The expression, the wrong side of the tracks, never caught on in Gibbsville. A Gibbsville citizen would know only too well that so long as a single Chapin lived on Frederick Street, “the wrong side” was much righter than the opposite side; the expression would have no meaning. The numbered and tree-named streets of Gibbsville, for example, never had been and never would be known as anything but the addresses of the middle-class and the poor. There were two kinds of people on Frederick Street; there were the old-rich, whose families had made it an important address—and there were the others.

The old-rich as well as the others had to pass through the same ugly part of the town on their way to shop, to the bank, to the doctor's office, to social engagements on the west side of the railroad tracks. It had been that way even before the railroads arrived; in the days of the Old Canal that part of town had been a section that a lady on foot did not linger in. As in every town, as in nearly every city, the railroad station area became a tough area, infested with thieves and procurers, whores and hoodlums. Gibbsville was like any other American town in that the first impression and the last impression it created was that the traveler would have been safer at home—except that in the traveler's home town conditions were identical with the conditions in Gibbsville. Railroad Avenue was the street of the dives; the intersection of Christiana Street and Railroad Avenue was the local capital of crime and violence.

Through this district Charlotte Chapin had to pass on her way to Main Street. Her visits to Main Street were infrequent; her visits on foot were rare, since she always had a carriage or a cutter at her disposal. And her walks past Christiana and Railroad, unescorted, were rarer still. But they did occur. She never forgot either one of them, and there were only two.

She was twenty years of age and a recent bride, in the spring of
1881
, and on a certain warm and bright afternoon she announced to the coachman that she would
walk
to Mr. Chapin's office, and that Connelly, the coachman, could meet her there instead of following the original plan, which was for Connelly to drive her to the office, meet Mr. Chapin and from there drive to a wedding at Trinity Church.

“Will I folly you with the carriage, ma'am?” said Connelly.

“Follow me? Why? I'm not going to faint.”

“Christiana and Railroad, ma'am,” said Connelly.

“I hardly think I'm going to be accosted in broad daylight,” said Charlotte Chapin.

“I'm always prepared for the worst contingency, ma'am,” said Connelly.

“Thank you for looking out for me, Connelly, but nothing's going to happen.” She smiled at Connelly, whom she liked.
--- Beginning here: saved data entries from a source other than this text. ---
"""Exchangers: LMTD and UA against a textbook example; the pinch closures on paths.

Textbook: Incropera, DeWitt, Bergman, Lavine, *Fundamentals of Heat and Mass Transfer*, 6th ed.,
Wiley 2007, Example 11.1 (counterflow concentric-tube oil cooler): oil 0.1 kg/s from 100 to 60 °C
(cp 2131 J/(kg K)), water 0.2 kg/s entering at 30 °C (cp 4178 J/(kg K)); the book finds
q = 8524 W, water outlet 40.2 °C and a log mean temperature difference of 43.2 °C. The numbers
are quoted from memory, at the book's rounding.
"""

import math

import numpy as np
import pytest

from orcscreen.exchangers import (
    Profile,
    lmtd_K,
    max_flow_for_pinch,
    open_heater_bleed_fraction,
    ua_W_K,
)
from orcscreen.paths import FluidPath, Zone, composite_path
from orcscreen.states import CycleInfeasible

# Incropera et al. 6th ed., Example 11.1 (from memory)
M_OIL, CP_OIL, T_OIL_IN, T_OIL_OUT = 0.1, 2131.0, 100.0, 60.0
M_W, CP_W, T_W_IN = 0.2, 4178.0, 30.0


def _oil_cooler(n_segments: int) -> Profile:
    """The example's exchanger as a T-Q profile (Q from the cold end), constant heat capacities."""
    q = M_OIL * CP_OIL * (T_OIL_IN - T_OIL_OUT)
    Q = np.linspace(0.0, q, n_segments + 1)
    T_hot = T_OIL_OUT + Q / (M_OIL * CP_OIL) + 273.15
    T_cold = T_W_IN + Q / (M_W * CP_W) + 273.15
    return Profile(Q, T_hot, T_cold)


def test_heat_rate_and_outlet_temperature_of_the_textbook_oil_cooler():
    p = _oil_cooler(1)
    assert p.duty_W == pytest.approx(8524.0, abs=0.5)
    assert p.T_cold_K[-1] - 273.15 == pytest.approx(40.2, abs=0.05)


def test_lmtd_of_the_textbook_oil_cooler():
    p = _oil_cooler(1)
    dT = p.approach_K
    assert float(lmtd_K(dT[-1], dT[0])) == pytest.approx(43.2, abs=0.05)
    assert float(lmtd_K(dT[0], dT[-1])) == pytest.approx(43.2, abs=0.05)  # symmetric


def test_ua_of_the_textbook_oil_cooler_and_segment_independence():
    """UA = q / LMTD (the book's q over its LMTD: 197 W/K); with constant heat capacities the
    segment-wise sum of dQ/LMTD equals the single-segment value exactly (a property of the log
    mean: each segment's dQ/LMTD is its own d(ln dT) over the constant slope of dT against Q)."""
    ua1 = ua_W_K(_oil_cooler(1))
    assert ua1 == pytest.approx(8524.0 / 43.2, rel=2e-3)
    for n in (2, 7, 50):
        assert ua_W_K(_oil_cooler(n)) == pytest.approx(ua1, rel=1e-10)


def test_lmtd_of_equal_differences_is_their_value():
    assert float(lmtd_K(12.0, 12.0)) == 12.0
    assert float(lmtd_K(12.0, 12.0 * (1 + 1e-9))) == pytest.approx(12.0, rel=1e-8)


def test_ua_is_infinite_when_the_profiles_touch():
    p = Profile(np.array([0.0, 1.0]), np.array([300.0, 310.0]), np.array([300.0, 305.0]))
    assert math.isinf(ua_W_K(p))


def test_max_flow_for_pinch_is_the_energy_balance_of_the_binding_point():
    """An isothermal cold stream at 350 K (3 points) against a source of constant cp 4 kJ/(kg K),
    10 kg/s from 400 K, pinch 10 K: the bound at the cold end is m_s cp (400 - 360) / dh."""
    h = np.array([0.0, 1e5, 3e5])
    T = np.array([350.0, 350.0, 350.0])
    cp, m_s, T_in = 4000.0, 10.0, 400.0
    hs_at = cp * (T + 10.0)
    m, j = max_flow_for_pinch(h, T, 3e5, cp * T_in, hs_at, m_s)
    assert j == 0
    assert m == pytest.approx(m_s * cp * (T_in - 360.0) / 3e5, rel=1e-12)


def test_short_path_bounds_equal_the_vectorised_ones():
    """flow_bounds on a path of at most SMALL_ARRAY points (Python floats) gives the same bits as
    on a longer path holding the same points (numpy), including the no-heat-left points (inf)."""
    from orcscreen.exchangers import flow_bounds
    from orcscreen.streams import SMALL_ARRAY

    rng = np.random.default_rng(3)
    h = np.sort(rng.uniform(0.0, 4e5, size=30))
    hs_at = rng.uniform(1e5, 5e5, size=30)
    h_out = float(h[5])  # points 5.. have no heat left: inf
    long = flow_bounds(h, h_out, 6e5, hs_at, 12.0)
    for n in range(1, SMALL_ARRAY + 1):
        short = flow_bounds(h[:n], h_out, 6e5, hs_at[:n], 12.0)
        assert np.array_equal(short, long[:n])
    assert np.isinf(long[5:]).all() and np.isfinite(long[:5]).all()


def test_open_heater_balance_and_its_limits():
    y = open_heater_bleed_fraction(100e3, 2800e3, 700e3)
    # the mixing closes the energy balance: y h_bleed + (1 - y) h_feed = h_out
    assert y * 2800e3 + (1 - y) * 100e3 == pytest.approx(700e3, rel=1e-12)
    with pytest.raises(CycleInfeasible):
        open_heater_bleed_fraction(100e3, 600e3, 700e3)  # bled vapour colder than the outlet


def _linear_path(T0, T1, cp, name, h0=0.0, n=4):
    T = np.linspace(T0, T1, n + 1)
    return FluidPath(h0 + cp * (T - T0), T, (name,) * (n + 1), (Zone(0, n, name, lambda t: h0 + cp * (t - T0)),))


def test_composite_of_two_streams_adds_their_heat_capacities():
    """Heat cascade of pinch analysis (Kemp, *Pinch Analysis and Process Integration*, 2nd ed.,
    2007, ch. 2): where two cold streams overlap in temperature their heat capacities add."""
    a = _linear_path(300.0, 400.0, 1000.0, "a")
    b = _linear_path(350.0, 380.0, 3000.0, "b", h0=5e4)
    c = composite_path((a, b), (1.0, 1.0), ("a", "b"))
    assert c.h[0] == pytest.approx(5e4)  # both inlets
    assert c.h[-1] == pytest.approx(1e5 + 5e4 + 9e4)  # both outlets
    assert np.all(np.diff(c.T_K) >= 0.0) and np.all(np.diff(c.h) >= 0.0)
    i = int(np.searchsorted(c.T_K, 360.0))
    # between 350 and 380 K the slope is (1000 + 3000) J/(kg K); below and above it is 1000
    k350, k380 = list(c.T_K).index(350.0), list(c.T_K).index(380.0)
    assert (c.h[k380] - c.h[k350]) / 30.0 == pytest.approx(4000.0, rel=1e-12)
    assert i > 0
    z = c.zone_at(k350)
    assert z is not None and z.h_of_T(365.0) == pytest.approx(c.h[k350] + 4000.0 * 15.0, rel=1e-12)
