"""Exchanger areas zone by zone (orcscreen.areas) against hand LMTD arithmetic, a textbook example
and CoolProp's latent heats.

Sources: Incropera, DeWitt, Bergman, Lavine, *Fundamentals of Heat and Mass Transfer*, 6th ed.,
Wiley 2007, section 11.3 (LMTD, eq. 11.15; q = U A LMTD) and Example 11.1 (from memory);
CoolProp's PropsSI (saturated enthalpies) as the external reference for the phase-change duty.
The U values below are invented test inputs inside the ranges of DiPippo, *Geothermal Power
Plants*, Table 8.1.
"""

import math

import numpy as np
import pytest

from orcscreen import streams
from orcscreen.areas import ZONES, ExchangerArea, exchanger_area, exchanger_areas, segment_zones
from orcscreen.cycles import LAYOUTS, CycleContext, CycleSettings
from orcscreen.exchangers import Profile, ua_W_K
from orcscreen.properties import get_fluid

U_TEST = {"preheating": 700.0, "evaporation": 900.0, "superheating": 300.0, "supercritical heating": 600.0,
          "desuperheating": 250.0, "condensation": 800.0, "subcooling": 600.0, "recuperation": 200.0}

SOURCE = {"kind": "water", "inlet_temperature_C": 150.0, "mass_flow_kg_s": 10.0, "pressure_bar": 10.0}
SINK = {"kind": "water", "inlet_temperature_C": 20.0, "temperature_rise_K": 10.0}


def _linear_profile(Q_W, T_hot_K, T_cold_K, n):
    """Counter-current profile with constant heat capacities (linear T-Q) in n segments; the
    (T_hot, T_cold) pairs are given at the cold end (Q = 0) and the hot end (Q = Q_W)."""
    f = np.linspace(0.0, 1.0, n + 1)
    return Profile(f * Q_W, T_hot_K[0] + f * (T_hot_K[1] - T_hot_K[0]), T_cold_K[0] + f * (T_cold_K[1] - T_cold_K[0]))


def _runs(zones):
    """The zone names in order, consecutive repeats collapsed."""
    return tuple(z for i, z in enumerate(zones) if i == 0 or zones[i - 1] != z)


# ------------------------------------------------------------------------------------------
# hand arithmetic and a textbook example
# ------------------------------------------------------------------------------------------
@pytest.mark.parametrize("n", [1, 7, 1000])
def test_single_zone_area_matches_hand_lmtd(n):
    """Incropera et al. 6th ed., eq. 11.15, made-up example: oil cooled 150 -> 90 °C against water
    heated 30 -> 70 °C, counter-current, Q = 100 kW, U = 500 W/(m² K).
    End differences: 150 - 70 = 80 K (hot end), 90 - 30 = 60 K (cold end);
    LMTD = (80 - 60) / ln(80/60) = 20 / 0.2876820725 = 69.52118 K;
    A = Q / (U LMTD) = 100e3 × ln(4/3) / (500 × 20) = 10 ln(4/3) = 2.876820725 m².
    With constant heat capacities the difference is linear in Q, so the segment-wise sum of
    dQ_i / LMTD_i telescopes to the single LMTD's UA for any number of segments n."""
    A_hand_m2 = 10.0 * math.log(4.0 / 3.0)
    prof = _linear_profile(100e3, (363.15, 423.15), (303.15, 343.15), n)
    res = exchanger_area(prof, "recuperator", {"recuperation": 500.0})
    assert res.area_m2 == pytest.approx(A_hand_m2, rel=1e-9)
    assert res.ua_W_K == pytest.approx(100e3 / (20.0 / math.log(4.0 / 3.0)), rel=1e-9)
    assert res.mean_U_W_m2K == pytest.approx(500.0, rel=1e-12)
    assert set(res.by_zone) == {"recuperation"}


def test_incropera_example_11_1_tube_length():
    """Incropera et al. 6th ed., Example 11.1 (from memory): counter-flow concentric-tube oil cooler,
    oil 0.1 kg/s (cp 2131 J/(kg K)) 100 -> 60 °C, water 0.2 kg/s (cp 4178) entering at 30 °C and
    leaving at 40.2 °C, U = 38.1 W/(m² K), inner tube 25 mm: q = 8524 W, LMTD = 43.2 °C,
    L = 65.9 m (the book's rounding)."""
    q = 0.1 * 2131.0 * 40.0
    T_w_out = 303.15 + q / (0.2 * 4178.0)
    prof = _linear_profile(q, (333.15, 373.15), (303.15, T_w_out), 10)
    res = exchanger_area(prof, "recuperator", {"recuperation": 38.1})
    assert res.area_m2 / (math.pi * 0.025) == pytest.approx(65.9, abs=0.05)


def test_zero_duty_segment_adds_nothing_and_touching_profiles_give_infinite_area():
    """A repeated point (dQ = 0) leaves the hand example's area (Incropera eq. 11.15, see above)
    unchanged; a zero temperature difference anywhere gives an infinite area, as
    exchangers.ua_W_K gives an infinite UA (q = U A LMTD with LMTD -> 0)."""
    prof = _linear_profile(100e3, (363.15, 423.15), (303.15, 343.15), 4)
    doubled = Profile(np.insert(prof.Q_W, 2, prof.Q_W[2]), np.insert(prof.T_hot_K, 2, prof.T_hot_K[2]),
                      np.insert(prof.T_cold_K, 2, prof.T_cold_K[2]))
    res = exchanger_area(doubled, "recuperator", {"recuperation": 500.0})
    assert res.area_m2 == pytest.approx(10.0 * math.log(4.0 / 3.0), rel=1e-9)
    touching = Profile(prof.Q_W, prof.T_hot_K, np.where(np.arange(5) == 4, prof.T_hot_K, prof.T_cold_K))
    res = exchanger_area(touching, "recuperator", {"recuperation": 500.0})
    assert math.isinf(res.area_m2) and math.isinf(res.ua_W_K) and math.isinf(ua_W_K(touching))
    assert math.isnan(res.mean_U_W_m2K)


# ------------------------------------------------------------------------------------------
# real profiles from the engine
# ------------------------------------------------------------------------------------------
def _evaluate(fluid_name, layout, given, **settings):
    f = get_fluid(fluid_name)
    lay = LAYOUTS[layout]
    ctx = CycleContext(f, streams.source_from_settings(SOURCE), streams.sink_from_settings(SINK),
                       CycleSettings(min_turbine_outlet_quality=0.0, **settings))
    r = lay.evaluate(ctx, lay.variables_for(f, given), exact=True)
    assert r.ok, r.reason
    return r


@pytest.fixture(scope="module")
def cycles():
    return {
        "basic subcooled": _evaluate("Isopentane", "basic", {"evaporation_temperature_K": 373.15,
                                                             "turbine_inlet_temperature_K": 378.15}, subcooling_K=3.0),
        "basic saturated": _evaluate("R245fa", "basic", {"evaporation_temperature_K": 373.15}),
        "recuperated": _evaluate("Isopentane", "recuperated", {"evaporation_temperature_K": 373.15,
                                                               "turbine_inlet_temperature_K": 383.15}),
        "reheat": _evaluate("Isopentane", "reheat", {"evaporation_temperature_K": 373.15,
                                                     "turbine_inlet_temperature_K": 383.15, "reheat_pressure_Pa": 3e5}),
        "transcritical": _evaluate("R134a", "transcritical", {"high_pressure_Pa": 1.1 * get_fluid("R134a").p_crit_Pa,
                                                              "turbine_inlet_temperature_K": 410.0}),
    }


def _latent_duty_W(fluid_name, T_K, m_kg_s):
    """m (h_dew - h_bubble) at T from CoolProp's PropsSI (the external reference)."""
    from CoolProp.CoolProp import PropsSI

    return m_kg_s * (PropsSI("H", "T", T_K, "Q", 1.0, fluid_name) - PropsSI("H", "T", T_K, "Q", 0.0, fluid_name))


def _zone_duty_W(profile, zones, zone):
    dQ = np.diff(profile.Q_W)
    return float(np.sum(dQ[np.array(zones) == zone]))


def test_subcritical_zones_in_order_and_phase_change_duties_match_coolprop(cycles):
    """Zones of the engine's profiles: preheating, evaporation, superheating along the heater;
    subcooling (cycle subcooling > 0), condensation, desuperheating along the condenser. The
    plateau duties equal m_wf (h_dew - h_bubble) from CoolProp PropsSI to 1e-6 relative."""
    r = cycles["basic subcooled"]
    ev = segment_zones(r.profiles["evaporator"], "evaporator")
    co = segment_zones(r.profiles["condenser"], "condenser")
    assert _runs(ev) == ("preheating", "evaporation", "superheating")
    assert _runs(co) == ("subcooling", "condensation", "desuperheating")
    assert _zone_duty_W(r.profiles["evaporator"], ev, "evaporation") == pytest.approx(
        _latent_duty_W("Isopentane", 373.15, r.m_wf_kg_s), rel=1e-6)
    assert _zone_duty_W(r.profiles["condenser"], co, "condensation") == pytest.approx(
        _latent_duty_W("Isopentane", r.T_cond_K, r.m_wf_kg_s), rel=1e-6)

    r = cycles["basic saturated"]  # no superheat, no subcooling
    ev = segment_zones(r.profiles["evaporator"], "evaporator")
    assert _runs(ev) == ("preheating", "evaporation")
    assert _runs(segment_zones(r.profiles["condenser"], "condenser")) == ("condensation", "desuperheating")
    assert _zone_duty_W(r.profiles["evaporator"], ev, "evaporation") == pytest.approx(
        _latent_duty_W("R245fa", 373.15, r.m_wf_kg_s), rel=1e-6)


def test_reheat_composite_heater_and_recuperator_zones(cycles):
    """The reheat layout's composite heater keeps one evaporation plateau whose duty is the
    latent heat of the whole flow (CoolProp PropsSI, 1e-6 relative): the reheated vapour adds
    no duty at a single temperature. A recuperator is all recuperation."""
    r = cycles["reheat"]
    ev = segment_zones(r.profiles["evaporator"], "evaporator")
    assert _runs(ev) == ("preheating", "evaporation", "superheating")
    assert _zone_duty_W(r.profiles["evaporator"], ev, "evaporation") == pytest.approx(
        _latent_duty_W("Isopentane", 373.15, r.m_wf_kg_s), rel=1e-6)
    rec = cycles["recuperated"].profiles["recuperator"]
    assert set(segment_zones(rec, "recuperator")) == {"recuperation"}
    assert len(segment_zones(rec, "recuperator")) == len(rec.Q_W) - 1


def test_transcritical_heater_is_one_supercritical_zone(cycles):
    """A heater above the critical pressure has no plateau: all "supercritical heating"; its
    condenser still condenses (R134a condensing below its critical temperature)."""
    r = cycles["transcritical"]
    assert set(segment_zones(r.profiles["evaporator"], "evaporator")) == {"supercritical heating"}
    assert "condensation" in segment_zones(r.profiles["condenser"], "condenser")


def test_zone_split_conserves_ua(cycles):
    """Sum of the zones' UA equals exchangers.ua_W_K of the whole profile (1e-12 relative), and the
    zones' areas sum to the total area; zones come in the order of ZONES."""
    n = 0
    for name, r in cycles.items():
        areas = exchanger_areas(r.profiles, U_TEST)
        assert list(areas) == list(r.profiles)
        for ex, res in areas.items():
            assert isinstance(res, ExchangerArea) and res.exchanger == ex
            ua_ref = ua_W_K(r.profiles[ex])
            assert sum(u for u, _ in res.by_zone.values()) == pytest.approx(ua_ref, rel=1e-12), (name, ex)
            assert res.ua_W_K == pytest.approx(ua_ref, rel=1e-12), (name, ex)
            assert res.area_m2 == pytest.approx(sum(a for _, a in res.by_zone.values()), rel=1e-12)
            for z, (ua, a) in res.by_zone.items():
                assert a == pytest.approx(ua / U_TEST[z], rel=1e-12)
            assert list(res.by_zone) == [z for z in ZONES if z in res.by_zone]
            n += 1
    assert n >= 11


def test_area_halves_when_u_doubles_and_scales_with_duty(cycles):
    """A = UA / U (q = U A LMTD, Incropera et al. section 11.3): doubling every U halves the area; a
    profile with the same temperatures and k times the duty has k times the area."""
    prof = cycles["basic subcooled"].profiles["evaporator"]
    base = exchanger_area(prof, "evaporator", U_TEST)
    doubled = exchanger_area(prof, "evaporator", {z: 2.0 * u for z, u in U_TEST.items()})
    assert doubled.area_m2 == pytest.approx(0.5 * base.area_m2, rel=1e-12)
    assert doubled.ua_W_K == pytest.approx(base.ua_W_K, rel=1e-12)
    scaled = exchanger_area(Profile(3.0 * prof.Q_W, prof.T_hot_K, prof.T_cold_K), "evaporator", U_TEST)
    assert scaled.area_m2 == pytest.approx(3.0 * base.area_m2, rel=1e-12)
    for z in base.by_zone:
        assert scaled.by_zone[z][1] == pytest.approx(3.0 * base.by_zone[z][1], rel=1e-12)


# ------------------------------------------------------------------------------------------
# bad input
# ------------------------------------------------------------------------------------------
def test_bad_input_is_refused_with_a_clear_message(cycles):
    r = cycles["basic subcooled"]
    with pytest.raises(ValueError, match="unknown exchanger 'boiler'; allowed: evaporator, condenser, recuperator"):
        segment_zones(r.profiles["evaporator"], "boiler")
    with pytest.raises(KeyError, match="superheating"):
        exchanger_area(r.profiles["evaporator"], "evaporator", {"preheating": 700.0, "evaporation": 900.0})
    with pytest.raises(ValueError, match="U for zone 'preheating' = 0.0"):
        exchanger_area(r.profiles["evaporator"], "evaporator", {**U_TEST, "preheating": 0.0})
    glide = _linear_profile(1e5, (340.0, 360.0), (300.0, 310.0), 5)  # a condenser without plateau
    with pytest.raises(ValueError, match="no phase-change plateau"):
        segment_zones(glide, "condenser")
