"""Test-session settings: orcscreen's on-disk cache goes to a fresh folder of this session
(removed at exit), so the suite never reads or writes the user's cache and always exercises the
computing path once."""

import atexit
import os
import shutil
import tempfile

from orcscreen.constants_cache import CACHE_DIR_ENV

_CACHE = tempfile.mkdtemp(prefix="orcscreen-test-cache-")
os.environ[CACHE_DIR_ENV] = _CACHE
atexit.register(shutil.rmtree, _CACHE, ignore_errors=True)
“You're welcome, ma'am, but you won't mind if I do folly you. The Mister'd skin me alive if I didn't.”

“All right,” she said.

She set out on her stroll and all went well until she came to the corner of Christiana and Railroad, the northwest corner, which was occupied by Dutch Amringen's saloon. The swinging doors had been installed for the summer and there was a large picture of a billy goat on a weather-worn sign reading Bock Beer On Sale which was swinging at the entrance. The sidewalk on the Christiana Street side was roofed over in front of the places of business in that block, and while that was not an unusual condition in Gibbsville, it had the effect in that neighborhood of making the passerby feel he was closer to the inside of Amringen's and places like it than he ever might venture. The cigar butts and fresh tobacco juice on the brick sidewalk were a peril to the long-skirted and dainty. It was too early in the day for the songs and loud talk that were to be heard nightly in that block on Christiana Street, but voices from the saloons could be heard, rough laughter and heavily masculine conversations. A few were in front of Dutch Amringen's, smoking stogies and spitting tobacco juice, while comfortably seated on beer barrels. And as always the foot traffic in that block was made to seem heavier because so many men stood along the curb and the building line, and others chatting in the middle of the sidewalk made passersby walk around them. It was an atmosphere in which every respectable citizen was regarded as a trespasser.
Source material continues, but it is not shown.